The first shipment of Vermont Holsteins and Jersey heifers was brokered by Florida rancher John Parke Wright IV, a frequent visitor to Cuba and a vocal supporter for lifting the embargo. In an e-mail to the House Commerce Committee, Wright noted the work of the Brattleboro-based Holstein Association USA in Cuba. "For Vermont's point of view and behalf of the Holstein Association, we need two-way trade and travel with Cuba," Wright said. "I recommend that Vermont take leadership in this new trade opportunity." The U.S. Chamber of Commerce has called for ending the embargo – a position endorsed by the state organization.
"We have trading relationships with countries all over the world that have real or perceived problems as far as America is concerned," said Christopher Barbieri, interim president of the Vermont Chamber of Commerce. "Business is business and, frankly, business relationships tend to influence other aspects of the quality of life in countries." Barbieri also said it would be beneficial to Vermont to be out in front on the issue instead of waiting for political change to take place in Cuba.
In addition to trade, Burlington College has established a semester abroad program with the University of Havana. Last summer with the help of Sen. Patrick Leahy, Lt. Gov. Brian Dubie and Wright, a group of Vermont and New Hampshire youth baseball players played a series of games outside of Havana. In the past, two nonprofit groups, Caribbean Medical Transport and Vermont Institute on the Caribbean, have done humanitarian work in Cuba.
Dubie has testified before the commerce committee as it considers the advisory resolution and said the measure is worth lawmakers' effort. Vermont's input, Dubie said, may embolden a new presidential administration that has already moved to relax travel to the island by Cuban-Americans. Obama has also indicated a willingness to further improve relations with the communist regime by relaxing travel for all U.S. citizens.
"World peace starts first in the family, next in the country and then next with your neighbors," Dubie said. "Cuba's a neighbor. And this is an opportunity." Rep.

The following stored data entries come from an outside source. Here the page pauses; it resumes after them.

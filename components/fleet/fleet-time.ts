// Times on the fleet pages are read and typed in the device's own time zone and sent as UTC
// instants; the server's e-mails and refusals say UTC, so the pages name the zone they use.

export const DAY_MS = 24 * 3600_000;
export const HOUR_MS = 3600_000;

const pad = (n: number) => String(n).padStart(2, '0');

/** Local calendar day as `YYYY-MM-DD`. */
export function dayKey(date: Date): string {
  return `${date.getFullYear()}-${pad(date.getMonth() + 1)}-${pad(date.getDate())}`;
}

/** Local midnight of a `YYYY-MM-DD` day, or null when it is not a real date. */
export function parseDay(value: string | undefined | null): Date | null {
  const m = /^(\d{4})-(\d{2})-(\d{2})$/.exec(value?.trim() ?? '');
  if (!m) return null;
  const date = new Date(Number(m[1]), Number(m[2]) - 1, Number(m[3]));
  return dayKey(date) === value?.trim() ? date : null;
}

export function startOfDay(date: Date): Date {
  return new Date(date.getFullYear(), date.getMonth(), date.getDate());
}

/** Calendar days, not 24-hour steps, so a change to or from summer time keeps midnight. */
export function addDays(date: Date, days: number): Date {
  return new Date(date.getFullYear(), date.getMonth(), date.getDate() + days, date.getHours(), date.getMinutes());
}

/** What a date-time input holds: `YYYY-MM-DDTHH:MM` in local time. */
export function toLocalInput(value: Date | string): string {
  const date = typeof value === 'string' ? new Date(value) : value;
  if (Number.isNaN(date.getTime())) return '';
  return `${dayKey(date)}T${pad(date.getHours())}:${pad(date.getMinutes())}`;
}

/**
 * A typed local date and time (`2026-12-03 08:00` or `2026-12-03T08:00`) as a UTC instant, or
 * null when it is not one.
 */
export function fromLocalInput(value: string): string | null {
  const m = /^(\d{4})-(\d{2})-(\d{2})[T ](\d{1,2}):(\d{2})$/.exec(value.trim());
  if (!m) return null;
  const [year, month, day, hour, minute] = m.slice(1).map(Number);
  if (hour > 23 || minute > 59) return null;
  const date = new Date(year, month - 1, day, hour, minute);
  if (date.getFullYear() !== year || date.getMonth() !== month - 1 || date.getDate() !== day) return null;
  return date.toISOString();
}

/** "UTC+01:00" for the device's zone at `at`. */
export function zoneName(at: Date = new Date()): string {
  const offset = -at.getTimezoneOffset();
  const sign = offset >= 0 ? '+' : '-';
  const abs = Math.abs(offset);
  return `UTC${sign}${pad(Math.floor(abs / 60))}:${pad(abs % 60)}`;
}

const timeFormat = new Intl.DateTimeFormat('en-GB', { hour: '2-digit', minute: '2-digit' });
const dayFormat = new Intl.DateTimeFormat('en-GB', { weekday: 'short', day: 'numeric', month: 'short' });
const longDayFormat = new Intl.DateTimeFormat('en-GB', { weekday: 'long', day: 'numeric', month: 'long', year: 'numeric' });

export const formatTime = (value: string | Date) => timeFormat.format(new Date(value));
/** "Thu 3 Dec". */
export const formatDay = (value: string | Date) => dayFormat.format(new Date(value));
/** "Thursday 3 December 2026". */
export const formatLongDay = (value: string | Date) => longDayFormat.format(new Date(value));
/** "Thu 3 Dec, 08:00". */
export const formatDayTime = (value: string | Date) => `${formatDay(value)}, ${formatTime(value)}`;

/** "Thu 3 Dec, 08:00 to 17:00", or "Thu 3 Dec, 08:00 to Sat 5 Dec, 17:00". */
export function formatWindow(startsAt: string, endsAt: string): string {
  const start = new Date(startsAt);
  const end = new Date(endsAt);
  const sameDay = dayKey(start) === dayKey(end);
  return sameDay ? `${formatDayTime(start)} to ${formatTime(end)}` : `${formatDayTime(start)} to ${formatDayTime(end)}`;
}

/** "2 h 30 min", "3 days 4 h". */
export function formatDuration(ms: number): string {
  const minutes = Math.round(ms / 60_000);
  const days = Math.floor(minutes / 1440);
  const hours = Math.floor((minutes % 1440) / 60);
  const mins = minutes % 60;
  const parts: string[] = [];
  if (days) parts.push(days === 1 ? '1 day' : `${days} days`);
  if (hours) parts.push(`${hours} h`);
  if (mins && !days) parts.push(`${mins} min`);
  return parts.join(' ') || '0 min';
}

/** Hours with one decimal: "36.5 h". */
export function formatHours(hours: number): string {
  return `${(Math.round(hours * 10) / 10).toLocaleString('en-GB', { maximumFractionDigits: 1 })} h`;
}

Warren Kitzmiller, a Montpelier Democrat and chairman of the House Committee on Commerce, said he's unsure yet whether the resolution will make it out of his committee for a full floor vote.

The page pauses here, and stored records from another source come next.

import { usePathname } from 'expo-router';
import type { ReactNode } from 'react';
import { StyleSheet, View } from 'react-native';
import { LinkPressable } from '@/components/ui/link-pressable';
import { PageTitle } from '@/components/ui/page-title';
import { Notice } from '@/components/ui/states';
import { Heading, Text } from '@/components/ui/text';
import { useFocusRing } from '@/components/ui/use-focus-ring';
import { colors, radii, sizes, spacing } from '@/components/theme/tokens';
import { useSession } from '@/hooks/use-session';
import { ROAD_USE_CAUTION } from '@/shared/schemas/fleet';
import { isFleetManager } from './fleet-words';

const SECTIONS = [
  { href: '/fleet', label: 'Plan' },
  { href: '/fleet/new', label: 'Book' },
  { href: '/fleet/drivers', label: 'Drivers' },
  { href: '/fleet/proposals', label: 'Proposals' },
  { href: '/fleet/utilisation', label: 'Utilisation' },
] as const;

/** The driving pages say this (PRODUCT.md section 6). */
export function RoadCaution() {
  return <Notice tone="warning" message={ROAD_USE_CAUTION} testID="road-caution" />;
}

/** Page title, the program, and for coordinators and leads the fleet's sections as links. */
export function FleetHeader({ title, subtitle, actions }: { title: string; subtitle?: string; actions?: ReactNode }) {
  const { user, currentProgram } = useSession();
  const pathname = usePathname();
  return (
    <View style={styles.header}>
      <PageTitle title={title} />
      <View style={styles.titleRow}>
        <View style={styles.titleText}>
          <Heading level={1} variant="title">
            {title}
          </Heading>
          <Text tone="muted">{subtitle ?? (currentProgram ? `${currentProgram.code} · ${currentProgram.name}` : '')}</Text>
        </View>
        {actions ? <View style={styles.actions}>{actions}</View> : null}
      </View>
      {isFleetManager(user?.role) ? (
        <View role="navigation" aria-label="Fleet" style={styles.sections} testID="fleet-sections">
          {SECTIONS.map((section) => (
            <SectionLink key={section.href} href={section.href} label={section.label} active={pathname === section.href} />
          ))}
        </View>
      ) : null}
    </View>
  );
}

function SectionLink({ href, label, active }: { href: string; label: string; active: boolean }) {
  const ring = useFocusRing();
  return (
    <LinkPressable
      href={href}
      accessibilityLabel={label}
      onFocus={ring.onFocus}
      onBlur={ring.onBlur}
      testID={`fleet-section-${label.toLowerCase()}`}
      webAttributes={{ 'aria-current': active ? 'page' : undefined }}
      style={({ pressed }) => [styles.section, active && styles.sectionActive, pressed && !active && styles.sectionPressed, ring.focused && styles.focused]}
    >
      <Text variant="label" tone={active ? 'onPrimary' : 'primary'}>
        {label}
      </Text>
    </LinkPressable>
  );
}

const styles = StyleSheet.create({
  header: {
    gap: spacing.md,
  },
  titleRow: {
    flexDirection: 'row',
    flexWrap: 'wrap',
    alignItems: 'flex-start',
    justifyContent: 'space-between',
    gap: spacing.md,
  },
  titleText: {
    flexShrink: 1,
    gap: spacing.xxs,
  },
  actions: {
    flexDirection: 'row',
    flexWrap: 'wrap',
    gap: spacing.sm,
  },
  sections: {
    flexDirection: 'row',
    flexWrap: 'wrap',
    gap: spacing.xs,
  },
  section: {
    minHeight: sizes.touch,
    paddingHorizontal: spacing.md,
    borderRadius: radii.pill,
    borderWidth: 1,
    borderColor: colors.borderStrong,
    backgroundColor: colors.surface,
    justifyContent: 'center',
  },
  sectionActive: {
    backgroundColor: colors.primary,
    borderColor: colors.primary,
  },
  sectionPressed: {
    backgroundColor: colors.surfaceMuted,
  },
  focused: {
    outlineColor: colors.focus,
    outlineStyle: 'solid',
    outlineWidth: sizes.focusRing,
    outlineOffset: 2,
  },
});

"I'm not sure my committee is unanimously anxious to deal with this," Kitzmiller said. "I'm certain I could pass it out on a split vote, but I'm not at all sure I want to do that." Still, he said he thinks it's appropriate for Vermont to insinuate itself into the national debate. "I'm of the opinion that the Cuba embargo has long since used up whatever original purpose or value it may have had. Now I think it's just punitive," Kitzmiller said. "Cuba could desperately use better relations with the United States, and I think Vermont stands to gain from that as well."
For Vilaseca, the issue hits literally close to home. The sooner the U.S. engages fully with Cuba, he told lawmakers, the sooner the Cuban people will realize economic prosperity and social justice.
"Everyone I know there is struggling in Cuba, and part of that struggle is not having a market for their products," Vilaseca said. "Everyone I speak to there, everyone asks 'Why are you doing this to us? Why are you hurting regular people?'"
JG: This excellent article about Vermont's growing trade with the Caribbean island reinforces the true fact that the failed Cuba embargo does not hurt the Cuban government, it hurts the Cuban people. It is time to put the cowboy policies of George W. Bush where they belong: in the garbage receptacle. Trade is very beneficial to the peoples of our two countries. Friendship YES, confrontation NO!